TASK DETAILS:
If a line below includes the string "temperature", copy it.

[Dataset entries]
◆ ◆ ◆ ◆
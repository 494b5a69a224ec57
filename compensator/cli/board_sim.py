"""``compensator board-sim``: a simulated controller board on a pseudo-terminal."""

from __future__ import annotations

import signal
import sys

from compensator.cli.board import CAUTION
from compensator.cli._common import (EXIT_OK, bounded_float, caution, finite_float, non_negative_float, positive_float,
                                     seed, usage_error)

__all__ = ["register", "run"]

ORDER = 72
COMMAND = "board-sim"
HELP = "run a simulated controller board on a pseudo-terminal (prints its path first)"
#: argparse type: a probability.
PROBABILITY = bounded_float(0.0, 1.0)





def register(subparsers) -> None:
    parser = subparsers.add_parser(
        COMMAND, help=HELP,
        description="Run the firmware references (lookup table, fixed-point cooler PID, interlocks, link "
                    "protocol) against the simulated plant of one unit, behind a pseudo-terminal. The first line "
                    "on stdout is the path to open with `compensator board --port PATH` (a stable link to the "
                    "present terminal, kept across injected disconnections). Runs until SIGINT or SIGTERM. "
                    + CAUTION)
    parser.add_argument("--sipm", metavar="FILE", help="sipm profile")
    parser.add_argument("--board", metavar="FILE", help="board profile")
    parser.add_argument("--thermal", metavar="FILE", help="thermal profile: a cooler under the sensor")
    parser.add_argument("--scenario", metavar="FILE", help="field scenario (its weather and profiles) instead")
    parser.add_argument("--overvoltage-v", type=positive_float, metavar="V",
                        help="law target the table is built for, volt (default: midway between the sensor's limits)")
    parser.add_argument("--ambient-c", type=finite_float, metavar="C",
                        help="constant outdoor temperature without a scenario, degree C")
    parser.add_argument("--corrupt-rate", type=PROBABILITY, default=0.0, metavar="P",
                        help="probability that a byte on the line is corrupted (both directions)")
    parser.add_argument("--drop-rate", type=PROBABILITY, default=0.0, metavar="P",
                        help="probability that a frame or read is lost")
    parser.add_argument("--delay-ms", type=non_negative_float, default=0.0, metavar="MS",
                        help="extra delay of every reply, millisecond")
    parser.add_argument("--disconnect-every-s", type=non_negative_float, default=0.0, metavar="S",
                        help="unplug the terminal this often (wall clock), second (0: never)")
    parser.add_argument("--disconnect-s", type=non_negative_float, default=0.5, metavar="S",
                        help="how long each unplug lasts, second (default 0.5)")
    parser.add_argument("--sensor-fault", choices=("open", "short"), help="temperature sensor fault to inject")
    parser.add_argument("--hot-side-fault", action="store_true", help="the cooler's hot side reads over its limit")
    parser.add_argument("--supply-fault", choices=("stuck", "high"),
                        help="the bias supply stops following its DAC: stuck at its output, or failed high (a "
                             "board with a bias read-back latches supply_fault; one without cannot tell)")
    parser.add_argument("--fault-at-s", type=non_negative_float, default=0.0, metavar="S",
                        help="board time from which injected plant faults hold, second")
    parser.add_argument("--time-scale", type=bounded_float(0.0, 1e6, above=True), default=1.0, metavar="X",
                        help="board seconds per wall-clock second (e.g. 1000 runs days of weather in minutes)")
    parser.add_argument("--heartbeat-timeout-s", type=non_negative_float, default=10.0, metavar="S",
                        help="host silence (wall clock) after which the board goes to its safe state, second "
                             "(0: no watchdog; default 10)")
    parser.add_argument("--seed", type=seed, default=1, metavar="N",
                        help="seed of the plant noise and line faults (a non-negative integer)")
    parser.add_argument("--duration-s", type=positive_float, metavar="S", help="stop after this long (wall clock)")
    parser.set_defaults(handler=run)


def run(args) -> int:
    from compensator.board import LineFaults, PlantFaults, SimulatedBoard, build_board
    from compensator.errors import ModelError
    from compensator.profiles import load_board, load_sipm, load_thermal

    if args.scenario is not None and (args.sipm or args.board or args.thermal):
        raise usage_error("--scenario", "give either --scenario or --sipm/--board/--thermal, not both")
    if args.scenario is None and not (args.sipm and args.board):
        raise usage_error("--sipm", "needs --sipm and --board (or --scenario)")
    if args.thermal is None and args.scenario is None and args.hot_side_fault:
        raise usage_error("--hot-side-fault", "needs a cooler (--thermal)")
    caution(CAUTION)
    scenario = sipm = board = thermal = None
    if args.scenario is not None:
        from compensator.profiles.scenario import load_scenario

        scenario = load_scenario(args.scenario)
    else:
        sipm, board = load_sipm(args.sipm), load_board(args.board)
        thermal = load_thermal(args.thermal) if args.thermal else None
    try:
        line = LineFaults(corrupt_rate=args.corrupt_rate, drop_rate=args.drop_rate, delay_ms=args.delay_ms,
                          disconnect_every_s=args.disconnect_every_s, disconnect_s=args.disconnect_s, seed=args.seed)
        firmware, plant, findings = build_board(sipm, board, thermal, scenario=scenario,
                                                overvoltage_v=args.overvoltage_v, ambient_temp_c=args.ambient_c,
                                                heartbeat_timeout_s=args.heartbeat_timeout_s,
                                                time_scale=args.time_scale, seed=args.seed)
    except ModelError as exc:
        raise exc.at("<command line>", key=f"--{exc.key.replace('_', '-')}" if exc.key else None) from None
    for finding in findings:
        print(f"{finding.severity.value}: {finding.message}", file=sys.stderr)
    if args.supply_fault and firmware.config.readback is None:
        print(f"warning: {firmware.config.board_name} has no bias read-back channel: the injected supply fault "
              "cannot be detected, and the SiPM sees whatever the supply gives", file=sys.stderr)
    sim = SimulatedBoard(firmware, plant, time_scale=args.time_scale, line=line,
                         plant_faults=PlantFaults(sensor=args.sensor_fault, hot_side=args.hot_side_fault,
                                                  supply=args.supply_fault, at_s=args.fault_at_s))
    previous = {sig: signal.signal(sig, lambda *_: sim.stop()) for sig in (signal.SIGINT, signal.SIGTERM)}
    try:
        print(sim.path, flush=True)
        print(f"board {firmware.config.board_name} on {sim.device} (stable path {sim.path}); "
              f"tick {plant.tick_s * 1000:g} ms, time scale {args.time_scale:g}", file=sys.stderr)
        sim.run(duration_s=args.duration_s)
    finally:
        for sig, handler in previous.items():
            signal.signal(sig, handler)
        sim.close()
    print(f"stopped after {sim.ticks} ticks ({sim.ticks * plant.tick_s:.1f} s of board time), "
          f"{firmware.requests} requests, {firmware.replays} replayed, {firmware.codec.frames_bad} bad frames",
          file=sys.stderr)
    return EXIT_OK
◆ ◆ ◆ ◆
RESULT FOR THIS TASK:
                        help="constant outdoor temperature without a scenario, degree C")
    parser.add_argument("--sensor-fault", choices=("open", "short"), help="temperature sensor fault to inject")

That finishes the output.